In the entries below, spot each line with the word "false" and copy it.

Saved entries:
────────────────
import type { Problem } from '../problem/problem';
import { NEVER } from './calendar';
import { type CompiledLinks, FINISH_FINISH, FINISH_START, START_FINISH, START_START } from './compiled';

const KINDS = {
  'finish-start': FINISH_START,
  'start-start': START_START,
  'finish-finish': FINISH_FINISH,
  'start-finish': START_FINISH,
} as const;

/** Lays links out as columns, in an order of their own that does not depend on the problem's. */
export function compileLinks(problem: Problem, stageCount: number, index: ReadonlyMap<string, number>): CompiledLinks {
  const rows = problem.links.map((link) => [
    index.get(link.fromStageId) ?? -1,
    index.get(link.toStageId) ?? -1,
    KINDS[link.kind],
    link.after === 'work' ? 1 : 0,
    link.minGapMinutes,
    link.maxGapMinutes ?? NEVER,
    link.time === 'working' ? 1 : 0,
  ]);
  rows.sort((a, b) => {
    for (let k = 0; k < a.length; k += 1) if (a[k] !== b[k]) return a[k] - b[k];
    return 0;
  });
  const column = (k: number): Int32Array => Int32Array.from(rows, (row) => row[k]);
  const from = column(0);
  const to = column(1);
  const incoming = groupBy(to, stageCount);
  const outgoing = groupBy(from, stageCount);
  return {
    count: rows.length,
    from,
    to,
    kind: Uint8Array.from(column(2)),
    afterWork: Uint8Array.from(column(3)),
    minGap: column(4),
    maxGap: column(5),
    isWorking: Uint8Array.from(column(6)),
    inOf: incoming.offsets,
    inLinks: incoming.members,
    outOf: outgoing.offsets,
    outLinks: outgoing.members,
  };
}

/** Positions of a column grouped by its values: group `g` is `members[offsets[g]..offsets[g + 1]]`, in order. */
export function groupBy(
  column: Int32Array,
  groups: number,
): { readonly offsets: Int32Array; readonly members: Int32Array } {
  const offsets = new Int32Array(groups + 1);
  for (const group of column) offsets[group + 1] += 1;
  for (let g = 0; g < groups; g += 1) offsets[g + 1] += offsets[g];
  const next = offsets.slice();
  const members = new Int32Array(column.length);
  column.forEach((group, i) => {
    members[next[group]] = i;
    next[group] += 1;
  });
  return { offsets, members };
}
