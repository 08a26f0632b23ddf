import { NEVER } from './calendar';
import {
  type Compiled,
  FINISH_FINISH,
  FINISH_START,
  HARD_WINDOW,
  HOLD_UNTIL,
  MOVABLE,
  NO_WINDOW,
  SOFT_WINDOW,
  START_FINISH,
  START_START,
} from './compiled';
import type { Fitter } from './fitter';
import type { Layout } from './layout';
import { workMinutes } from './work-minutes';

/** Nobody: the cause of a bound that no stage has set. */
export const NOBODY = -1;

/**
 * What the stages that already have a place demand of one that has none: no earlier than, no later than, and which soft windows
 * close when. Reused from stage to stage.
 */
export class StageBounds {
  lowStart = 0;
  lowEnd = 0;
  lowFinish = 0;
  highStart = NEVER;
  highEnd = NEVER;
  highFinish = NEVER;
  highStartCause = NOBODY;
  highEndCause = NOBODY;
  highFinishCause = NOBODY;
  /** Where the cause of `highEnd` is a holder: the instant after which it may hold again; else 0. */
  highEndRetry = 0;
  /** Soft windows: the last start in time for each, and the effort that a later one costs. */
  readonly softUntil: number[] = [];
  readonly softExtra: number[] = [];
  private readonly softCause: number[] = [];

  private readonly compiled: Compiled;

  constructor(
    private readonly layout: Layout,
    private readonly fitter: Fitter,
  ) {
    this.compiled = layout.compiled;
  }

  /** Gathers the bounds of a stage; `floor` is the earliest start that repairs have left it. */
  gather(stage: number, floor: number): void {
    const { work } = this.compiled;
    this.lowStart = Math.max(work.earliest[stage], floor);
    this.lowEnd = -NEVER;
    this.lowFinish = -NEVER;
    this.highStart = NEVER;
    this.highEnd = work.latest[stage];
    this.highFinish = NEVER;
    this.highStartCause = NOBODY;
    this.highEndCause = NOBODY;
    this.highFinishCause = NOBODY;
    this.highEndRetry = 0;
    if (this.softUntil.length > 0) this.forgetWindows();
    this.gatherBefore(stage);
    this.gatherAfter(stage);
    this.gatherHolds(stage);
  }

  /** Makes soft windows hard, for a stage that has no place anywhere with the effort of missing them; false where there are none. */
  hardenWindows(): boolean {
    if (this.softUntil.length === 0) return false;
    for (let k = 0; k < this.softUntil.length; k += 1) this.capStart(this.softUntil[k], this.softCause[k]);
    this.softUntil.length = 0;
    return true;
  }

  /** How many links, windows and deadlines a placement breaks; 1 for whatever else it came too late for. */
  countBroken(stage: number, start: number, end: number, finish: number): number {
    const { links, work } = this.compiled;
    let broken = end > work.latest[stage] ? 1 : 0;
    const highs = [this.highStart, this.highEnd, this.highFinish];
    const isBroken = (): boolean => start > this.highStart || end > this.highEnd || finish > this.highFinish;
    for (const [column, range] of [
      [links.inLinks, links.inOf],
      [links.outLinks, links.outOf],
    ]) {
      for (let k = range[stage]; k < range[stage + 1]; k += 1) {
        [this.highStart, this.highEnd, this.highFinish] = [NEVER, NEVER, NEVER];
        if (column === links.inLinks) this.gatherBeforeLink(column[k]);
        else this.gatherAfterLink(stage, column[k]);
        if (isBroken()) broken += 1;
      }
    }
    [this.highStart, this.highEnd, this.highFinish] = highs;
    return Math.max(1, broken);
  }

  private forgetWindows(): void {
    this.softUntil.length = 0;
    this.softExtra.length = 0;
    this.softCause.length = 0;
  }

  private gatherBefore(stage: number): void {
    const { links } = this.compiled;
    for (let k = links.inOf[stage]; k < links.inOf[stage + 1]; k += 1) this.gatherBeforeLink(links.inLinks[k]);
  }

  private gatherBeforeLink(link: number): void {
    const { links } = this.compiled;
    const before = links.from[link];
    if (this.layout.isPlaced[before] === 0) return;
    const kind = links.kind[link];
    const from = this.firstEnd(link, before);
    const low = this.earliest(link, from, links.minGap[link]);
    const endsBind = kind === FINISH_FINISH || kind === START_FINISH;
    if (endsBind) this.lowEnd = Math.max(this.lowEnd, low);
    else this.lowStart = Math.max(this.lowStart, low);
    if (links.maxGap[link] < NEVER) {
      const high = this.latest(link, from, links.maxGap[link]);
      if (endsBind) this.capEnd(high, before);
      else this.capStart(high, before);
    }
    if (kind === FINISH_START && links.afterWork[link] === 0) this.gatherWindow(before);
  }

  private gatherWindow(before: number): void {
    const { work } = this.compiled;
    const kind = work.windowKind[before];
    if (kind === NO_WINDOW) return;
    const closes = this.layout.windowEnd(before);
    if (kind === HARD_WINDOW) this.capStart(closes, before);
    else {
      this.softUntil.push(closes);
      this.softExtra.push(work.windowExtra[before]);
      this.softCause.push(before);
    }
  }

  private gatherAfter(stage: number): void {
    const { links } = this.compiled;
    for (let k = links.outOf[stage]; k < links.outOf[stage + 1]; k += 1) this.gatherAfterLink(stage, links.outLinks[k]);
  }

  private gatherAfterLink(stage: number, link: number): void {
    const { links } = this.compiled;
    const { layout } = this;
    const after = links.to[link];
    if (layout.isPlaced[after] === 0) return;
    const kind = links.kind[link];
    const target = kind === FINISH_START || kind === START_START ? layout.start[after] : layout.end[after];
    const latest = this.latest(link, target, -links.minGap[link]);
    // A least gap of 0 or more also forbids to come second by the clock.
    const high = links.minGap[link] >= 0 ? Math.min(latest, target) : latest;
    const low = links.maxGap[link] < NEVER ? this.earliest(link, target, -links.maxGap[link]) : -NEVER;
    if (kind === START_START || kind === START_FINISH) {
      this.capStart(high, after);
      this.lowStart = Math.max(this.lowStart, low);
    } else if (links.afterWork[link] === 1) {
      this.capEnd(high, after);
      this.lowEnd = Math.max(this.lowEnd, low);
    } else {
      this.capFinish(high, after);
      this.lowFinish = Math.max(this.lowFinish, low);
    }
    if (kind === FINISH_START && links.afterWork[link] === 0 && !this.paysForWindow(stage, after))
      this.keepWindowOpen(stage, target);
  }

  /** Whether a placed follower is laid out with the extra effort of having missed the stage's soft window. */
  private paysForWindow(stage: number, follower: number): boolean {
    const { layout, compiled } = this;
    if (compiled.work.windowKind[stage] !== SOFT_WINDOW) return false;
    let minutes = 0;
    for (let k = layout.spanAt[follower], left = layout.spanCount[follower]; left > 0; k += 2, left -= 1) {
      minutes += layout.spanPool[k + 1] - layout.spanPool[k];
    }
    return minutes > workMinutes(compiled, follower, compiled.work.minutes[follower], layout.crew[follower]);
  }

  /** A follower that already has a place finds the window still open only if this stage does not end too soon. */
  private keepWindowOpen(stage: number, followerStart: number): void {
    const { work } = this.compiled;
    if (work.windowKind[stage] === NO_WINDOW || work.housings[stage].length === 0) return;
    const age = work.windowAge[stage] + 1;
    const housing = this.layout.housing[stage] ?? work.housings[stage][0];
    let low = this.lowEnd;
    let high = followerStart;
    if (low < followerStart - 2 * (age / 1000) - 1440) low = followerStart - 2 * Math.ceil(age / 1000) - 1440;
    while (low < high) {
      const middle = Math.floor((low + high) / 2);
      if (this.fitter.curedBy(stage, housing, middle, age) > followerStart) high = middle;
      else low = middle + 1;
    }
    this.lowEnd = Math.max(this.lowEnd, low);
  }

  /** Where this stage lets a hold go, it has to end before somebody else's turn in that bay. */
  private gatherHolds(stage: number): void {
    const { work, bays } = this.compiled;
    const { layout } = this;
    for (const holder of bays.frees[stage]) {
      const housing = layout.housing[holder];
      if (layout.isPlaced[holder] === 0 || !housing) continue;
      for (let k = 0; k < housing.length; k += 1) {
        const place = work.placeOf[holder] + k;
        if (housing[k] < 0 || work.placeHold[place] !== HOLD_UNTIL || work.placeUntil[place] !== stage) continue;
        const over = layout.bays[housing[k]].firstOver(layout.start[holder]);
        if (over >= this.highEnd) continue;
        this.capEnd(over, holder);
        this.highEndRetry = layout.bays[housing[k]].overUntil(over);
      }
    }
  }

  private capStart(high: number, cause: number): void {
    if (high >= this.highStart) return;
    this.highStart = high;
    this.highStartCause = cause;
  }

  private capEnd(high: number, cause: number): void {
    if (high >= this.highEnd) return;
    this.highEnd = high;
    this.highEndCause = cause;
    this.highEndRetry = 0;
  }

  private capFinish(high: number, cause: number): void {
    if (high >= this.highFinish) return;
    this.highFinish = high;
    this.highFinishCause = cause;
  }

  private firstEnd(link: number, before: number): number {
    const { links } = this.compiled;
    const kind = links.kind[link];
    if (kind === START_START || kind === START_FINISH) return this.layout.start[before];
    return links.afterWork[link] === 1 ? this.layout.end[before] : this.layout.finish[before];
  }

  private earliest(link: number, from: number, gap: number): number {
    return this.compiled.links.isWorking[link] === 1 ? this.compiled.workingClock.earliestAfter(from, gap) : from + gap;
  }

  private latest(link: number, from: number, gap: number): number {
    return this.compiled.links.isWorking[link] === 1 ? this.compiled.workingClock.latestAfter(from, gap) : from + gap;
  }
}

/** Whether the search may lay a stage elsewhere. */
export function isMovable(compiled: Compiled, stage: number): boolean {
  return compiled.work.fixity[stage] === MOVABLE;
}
────────────────
▶ **Solved problem**:
  /** Makes soft windows hard, for a stage that has no place anywhere with the effort of missing them; false where there are none. */
    if (this.softUntil.length === 0) return false;
    if (compiled.work.windowKind[stage] !== SOFT_WINDOW) return false;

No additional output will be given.